The thing to notice is: indirect usage count moves back across arrows. The 1004 usages recorded in openssl must be in the 1014 of askpass, which in turn are in the 1021 of sys.
Now that we have how to read the diagram lets expand from our sample of six popular packages to all popular packages (under our arbitrary 1000 uses==popular definition).
(large version; svg vector version)
(Note the graph is acyclic, any appearance of cycles (such as between pillar and tibble) is due to unfortunate plotting superimposition (pillar Imports rlang, not tibble).)
Some things to notice from the above diagram (counts can be confirmed here).

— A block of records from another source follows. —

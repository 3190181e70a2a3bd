"""A commented plan from the columns of a table: every rule stands in it with its default.

Of the outcome nothing is used but its name, so that a draft may be made before anything is decided.
"""

from __future__ import annotations

from collections.abc import Iterator

from beforehand.drafting.offers import Offers, nameable, offers_of, shown_name
from beforehand.drafting.rules import ABOVE, block_lines
from beforehand.faults import DataError, Fault
from beforehand.fields import plain
from beforehand.plan import LANGUAGE
from beforehand.table.profile import FileProfile

__all__ = ["draft_plan"]

# Blocks that stand before the outcome; all others follow the predictors in the order of the language.
_BEFORE = ("purpose", "eligibility", "derive")


def draft_plan(profile: FileProfile, file_name: str, outcome: str, title: str | None = None) -> str:
    """Draft a plan as text.

    Parameters
    ----------
    profile : FileProfile
        Of the table; the outcome's column has nothing but its name there.
    file_name : str
        The table as the plan names it, relative to the plan.
    outcome : str
        Column of the outcome.
    title : str or None
        What the analysis is about; made from the outcome's name when it is None.

    Returns
    -------
    str
        A plan that can be read back: the defaults of the language and the predictors of the table.

    Raises
    ------
    DataError
        When no column can be a predictor, or the outcome has no name that a plan can hold.
    """
    if not nameable(outcome):
        what = "an outcome needs a name on one line; rename the column"
        raise DataError(
            [Fault(file=file_name, line=1, place=shown_name(outcome), what=what, code="column_name")]
        )
    offers = offers_of(profile, outcome)
    if not offers.predictors:
        what = "no column beside the outcome holds numbers or a few levels, so none can be a predictor"
        raise DataError([Fault(file=file_name, line=None, place="", what=what, code="no_predictor")])
    blocks = [
        _opening(file_name, outcome, title),
        _data(profile, offers, file_name),
        *(block_lines(key, {}) for key in _BEFORE),
        _outcome(outcome),
        _predictors(offers),
        *(block_lines(key, _beside(offers)) for key in ABOVE if key not in _BEFORE),
    ]
    return "\n\n".join("\n".join(block) for block in blocks) + "\n"


def _opening(file_name: str, outcome: str, title: str | None) -> list[str]:
    """What the text is, and what only a person can write."""
    return [
        f"# A draft from the columns of {shown_name(file_name)}.",
        f"# The values of {shown_name(outcome)} were not looked at.",
        '# Every rule stands here with its default. Lines with "please" wait for what only you know.',
        "# beforehand guide first-plan: the way from here. beforehand guide BLOCK: about a block.",
        f"language: {LANGUAGE}",
        f"title: {plain(title or f'What goes with {outcome}')}",
        f"question: {plain(f'Which of these factors go with {outcome}, and by how much?')}  # please",
        "written_by: null  # please",
    ]


def _data(profile: FileProfile, offers: Offers, file_name: str) -> list[str]:
    """Where the table stands and how it is written."""
    if offers.label is None:
        label = "please, where a column names each row; without one rows are numbered"
    else:
        label = "a different entry in each row"
    return [
        "# Where the table stands, and how it is written.",
        "data:",
        f"  file: {plain(file_name)}",
        f"  row_label: {plain(offers.label)}  # {label}",
        f"  missing_codes: {plain(profile.missing_codes)}",
        "  labels_in_lock: shown  # or hashed",
        f"  separator: {plain(profile.separator)}",
        f"  decimal: {plain(profile.decimal)}",
        "  encoding: utf-8",
    ]


def _outcome(outcome: str) -> list[str]:
    """The outcome: its name, and what only a person can say of it."""
    return [
        "# What is explained. Nothing fills an outcome: a row without one leaves.",
        "outcome:",
        f"  column: {plain(outcome)}",
        "  unit: null  # please",
        "  smallest_effect_that_matters: null  # please: in its unit, for one SD of a predictor",
        "  range: null  # please: [lowest, highest] that is possible",
        "  transforms: []  # a ladder for the outcome; [] never transforms it",
    ]


def _predictors(offers: Offers) -> list[str]:
    """The predictors in the order of the table, and what is not offered as one."""
    return [
        "# The candidates. Ties go to the earlier one, so please put first what you trust more.",
        "# Please give each its unit, and the role focal (the question is about it), adjustment (it makes",
        "# the comparison fair) or candidate. Ranges are rounded outward from what was seen: please",
        "# replace them by what is possible.",
        "predictors:",
        *(f"  - {line}" for line in offers.predictors),
        *_left_out(offers),
    ]


def _left_out(offers: Offers) -> Iterator[str]:
    """Columns that are not offered, and why."""
    if offers.left_out:
        yield "# Not offered as predictors:"
        yield from (f"#   {line}" for line in offers.left_out)


def _beside(offers: Offers) -> dict[str, str]:
    """Comments that depend on the table."""
    such = f", such as {shown_name(offers.dates[0])}" if offers.dates else ""
    return {
        "assumptions.independence.in_order_of": f"please, where rows have an order: its column{such}",
        "assumptions.independence.between": "bounds for durbin_watson",
    }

- dplyr has twice the direct usage as data.table, but both packages have similar indirect usage (each powering about 10 to 12 percent of CRAN).
- Rcpp and then lattice have the largest indirect reach.
- Rcpp and then ggplot2 have the largest direct reach.
- Blue and Green nodes pick up their popularity the hard way by collecting many small (non-popular) packages uses (either directly or indirectly). Orange and Fuchsia nodes may pick up their popularity by association with popular package, or by the hard way in-spite of the association.
- Some packages are “king makers”: that is have high reach (direct or indirect) and use many other packages: thus donating their reach back across the incoming arrows. King makers include ggplot2, tibble, dplyr, scales, pillar, stringr, and tidyselect. The idea is being used by a popular package immediately grants popularity.
- Some packages are “royal court”, used by many other popular packages (and hence can pick up count quickly). Royal court includes lattice, rlang, Rcpp, crayon, assertthat, pkgconfig, glue, magrittr and many others. The diversity of these packages show there are different royal courts. However, we can not read immediately from the diagram if royal court packages also have great indirect reach on their own (though it is obvious which have large direct reach).
- A lot of the Green packages are programming utility packages such as base64enc, mime, and codetools. In fact some of these are “priority recommended” (which I think guarantees they are available in an R install).
- These results are different from pagerank style results. For example tidyr scores high in package-pagerank calculations, but isn’t in this graph.